On his first trip as FCC chairman, Brendan Carr said Friday he was in western North Carolina to visit “several of Hurricane Helene’s hardest-hit areas where recovery and restoration are underway.” President Donald Trump visited the area ahead of Carr, before continuing on to California, which has been hit by massive wildfires. “Everybody is talking about California, and that’s a mess,” Trump said after he arrived in North Carolina on Jan. 24. “But I said, ‘I’m not going to California until I stop in North Carolina.’” Trump also signed an executive order on rebuilding roads in the region, eliminating the need for permitting. Carr said he will make several stops in the state, spending "time with emergency management and public safety officials, telecom crews, broadcasters, and other government representatives that are now working to rebuild these communities.” He added: “I am grateful for the surge in support that President Trump and his Administration have been providing to communities across Western North Carolina, including an Executive Order that will speed restoration efforts here.” Carr hasn’t made other travel plans, FCC officials said Friday. He went to California for a visit tied to the Dixie Fire in 2021.
A reported escalation of the FCC’s investigation into CBS is “a retaliatory move” against broadcasters over unfavorable coverage and is intended to “weaponize” the agency’s license authority, FCC Commissioner Anna Gomez said in a statement Friday. This came after a report in the L.A. Times said the agency demanded a full, unedited transcript of an October interview with then-Vice President Kamala Harris that ran on 60 Minutes and Face the Nation. The FCC’s request is “designed to instill fear in broadcast stations and influence a network’s editorial decisions,” Gomez said.
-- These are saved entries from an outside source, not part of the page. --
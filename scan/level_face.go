package scan

import (
	"fmt"
	"math"
	"strings"

	"gonum.org/v1/gonum/spatial/r3"

	"gapflux/internal/order"
	"gapflux/internal/parallel"
)

// normalsFace tells the outer face from facet normals, point normals or,
// for STL meshes without facet normals, the facet winding (counter-
// clockwise seen from outside): the outer face's normals point to the hob,
// against base +z. It returns +1 when base +z is along the frame's normal,
// −1 against it, 0 when there are no normals or they do not agree; detail
// names the evidence (or why it was not used).
func normalsFace(c *Cloud, f *frame, radius float64) (sign float64, detail string) {
	sum, n, what := normalsCosines(c, f, radius)
	if n == 0 {
		return 0, ""
	}
	mean := sum / float64(n)
	switch {
	case mean >= 0.5:
		return -1, what
	case mean <= -0.5:
		return 1, what
	}
	return 0, fmt.Sprintf("the %s on the base do not point one way (mean cosine %.2f); not used", what, mean)
}

// normalsCosines returns the sum of the cosines to the frame's normal of
// the normals on the base (within radius, m, of the frame's axis): facet
// normals, point normals or facet windings, added in order; how many were
// added; and what they were (0 and "" when there are none).
func normalsCosines(c *Cloud, f *frame, radius float64) (sum float64, n int, what string) {
	r2 := radius * radius
	inBase := func(p r3.Vec) bool {
		u, v, _ := f.coords(p)
		du, dv := u, v
		return du*du+dv*dv <= r2
	}
	// A facet is on the base when its first corner is: the facet cases
	// mark the points on the base once (a point has some two facets).
	var onBase pointBits
	firstOnBase := func(t int) bool {
		i := c.Triangles[t][0]
		return onBase.bit(int(i)) != 0
	}
	// cosine is the cosine of direction d to the frame's normal; ok is
	// false for a zero or non-finite d.
	cosine := func(d r3.Vec) (float64, bool) {
		l := r3.Norm(d)
		if l == 0 || math.IsNaN(l) || math.IsInf(l, 0) {
			return 0, false
		}
		return r3.Dot(d, f.e[2]) / l, true
	}
	switch {
	case len(c.FacetNormals) != 0 && hasNonZero(c.FacetNormals):
		what = "facet normals"
		onBase = baseVertices(c.Points, inBase)
		sum, n = orderedSum(len(c.Triangles), func(t int) (float64, bool) {
			if !firstOnBase(t) {
				return 0, false
			}
			return cosine(c.FacetNormals[t])
		})
	case len(c.Normals) != 0:
		what = "point normals"
		step := max(1, len(c.Points)/200000)
		sum, n = orderedSum((len(c.Points)+step-1)/step, func(k int) (float64, bool) {
			if !inBase(c.Points[k*step]) {
				return 0, false
			}
			return cosine(c.Normals[k*step])
		})
	case len(c.Triangles) != 0 && strings.HasPrefix(c.Format, "stl"):
		what = "STL facet winding"
		onBase = baseVertices(c.Points, inBase)
		sum, n = orderedSum(len(c.Triangles), func(t int) (float64, bool) {
			if !firstOnBase(t) {
				return 0, false
			}
			tri := c.Triangles[t]
			p0 := c.Points[tri[0]]
			return cosine(r3.Cross(r3.Sub(c.Points[tri[1]], p0), r3.Sub(c.Points[tri[2]], p0)))
		})
	default:
		return 0, 0, ""
	}
	return sum, n, what
}

// baseVertices returns the bit set of the points for which inBase holds:
// bit i%64 of word i/64 for point i. Parts of whole words are marked at
// once.
func baseVertices(pts []r3.Vec, inBase func(r3.Vec) bool) pointBits {
	bits := newPointBits(len(pts))
	parallelRows(len(bits), func(w0, w1 int) {
		for w := w0; w < w1; w++ {
			var word uint64
			for j, p := range pts[w*64 : min(len(pts), w*64+64)] {
				if inBase(p) {
					word |= 1 << j
				}
			}
			bits[w] = word
		}
	})
	return bits
}

// orderedSum returns the sum of value(i) over the i in [0, n) for which
// it is ok, added in index order, and how many there were. The values are
// computed block by block in parts at once and then added one after
// another, so the sum is bit for bit that of a sequential loop.
func orderedSum(n int, value func(i int) (float64, bool)) (sum float64, count int) {
	const block = 1 << 15
	vals := make([]float64, min(n, block))
	oks := make([]bool, min(n, block))
	for b0 := 0; b0 < n; b0 += block {
		m := min(block, n-b0)
		parallelRows(m, func(i0, i1 int) {
			for i := i0; i < i1; i++ {
				vals[i], oks[i] = value(b0 + i)
			}
		})
		for i, ok := range oks[:m] {
			if ok {
				sum += vals[i]
				count++
			}
		}
	}
	return sum, count
}

// hasNonZero reports whether any of v is not the zero vector; parts of v
// are looked at once.
func hasNonZero(v []r3.Vec) bool {
	_, ok := parallel.First(len(v), rowParts(len(v)), func(lo, hi int) (int, bool) {
		for i := lo; i < hi; i++ {
			if v[i] != (r3.Vec{}) {
				return i, true
			}
		}
		return 0, false
	})
	return ok
}

// wallFace tells the outer face from the points beyond the rim that rise
// clear of the base (the corner and the wall rise into the pan). It
// returns +1 when they lie along the frame's normal, −1 against it, 0 when
// there are too few or they lie on both sides. Up to 500 000 of the points
// are looked at, in parts at once; the heights each part collects at its
// own start are packed in order afterwards.
func wallFace(pts []r3.Vec, f *frame, radius, dr float64, sc *levelScratch) float64 {
	step := max(1, len(pts)/500000)
	nTake := (len(pts) + step - 1) / step
	rimW, outer := sc.floats.get(nTake, 0), sc.floats.get(nTake, 0)
	defer func() { sc.floats.put(rimW, outer) }()
	parts := rowParts(nTake)
	nRim, nOuter, nBases := make([]int, parts), make([]int, parts), make([]int, parts)
	parallel.Do(nTake, parts, func(k, t0, t1 int) {
		r, o, nb := t0, t0, 0 // nb is local: parts writing next to each other would share a cache line
		for t := t0; t < t1; t++ {
			u, v, w := f.coords(pts[t*step])
			rr := math.Sqrt(u*u + v*v)
			switch {
			case rr <= radius:
				nb++
				if rr >= 0.9*radius {
					rimW[r] = math.Abs(w)
					r++
				}
			case rr > radius+2*dr && rr < 2*radius:
				outer[o] = w
				o++
			}
		}
		nRim[k], nOuter[k], nBases[k] = r-t0, o-t0, nb
	})
	rimW = rimW[:packBlocks(rimW, nTake, nRim)[parts]]
	outer = outer[:packBlocks(outer, nTake, nOuter)[parts]]
	nBase := sumInts(nBases)
	if len(rimW) == 0 || len(outer) == 0 {
		return 0
	}
	k := min(len(rimW)-1, int(0.99*float64(len(rimW))))
	hb := order.Select(rimW, k)
	lim := hb + 0.01*radius
	pos, neg := 0, 0
	for _, w := range outer {
		switch {
		case w > lim:
			pos++
		case w < -lim:
			neg++
		}
	}
	tot := pos + neg
	if tot < max(20, nBase/1000) {
		return 0
	}
	switch {
	case float64(pos) >= 0.8*float64(tot):
		return 1
	case float64(neg) >= 0.8*float64(tot):
		return -1
	}
	return 0
}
CBS didn’t comment. FCC Chairman Brendan Carr has said in interviews as far back as November that he expected the transcript to come up in the agency’s ongoing review of Skydance’s proposed purchase of CBS TV stations from Paramount (see 2411190051). During the first two weeks of Carr’s reign, “the FCC has shown a concerning pattern of implementing the will of the Administration on issues that go far beyond our core responsibilities,” Gomez said. “These actions disregard long-standing norms and ignore the mandate granted by Congress to the FCC to act as an independent agency,” she added. “They also set a dangerous precedent that threatens to undermine trust in the agency’s role as an impartial regulator.”
Five days before a scheduled oral argument on the FCC’s Form 395-B collection of diversity data from broadcasters, DOJ told the court Thursday that it no longer supports aspects of the equal employment opportunity (EEO) rule, citing the recent White House executive orders on diversity and gender terminology in a letter filed with the 5th U.S. Circuit Court of Appeals in docket 24-60219.
Senate Commerce Committee Chairman Ted Cruz, R-Texas, said Monday night that President Donald Trump is nominating panel Republican Telecom Policy Director Arielle Roth as NTIA's leader, as expected. Lobbyists had previously also tipped Roth as a top contender for former FCC Chairwoman Jessica Rosenworcel’s seat but Trump nominated Senate Armed Services Committee Republican staffer Olivia Trusty for that role instead. Roth was previously a legislative aide to former Senate Commerce member Roy Blunt, R-Mo., O’Rielly’s wireline adviser and a Wireline Bureau legal adviser. She also had stints at the Hudson Institute and Federalist Society.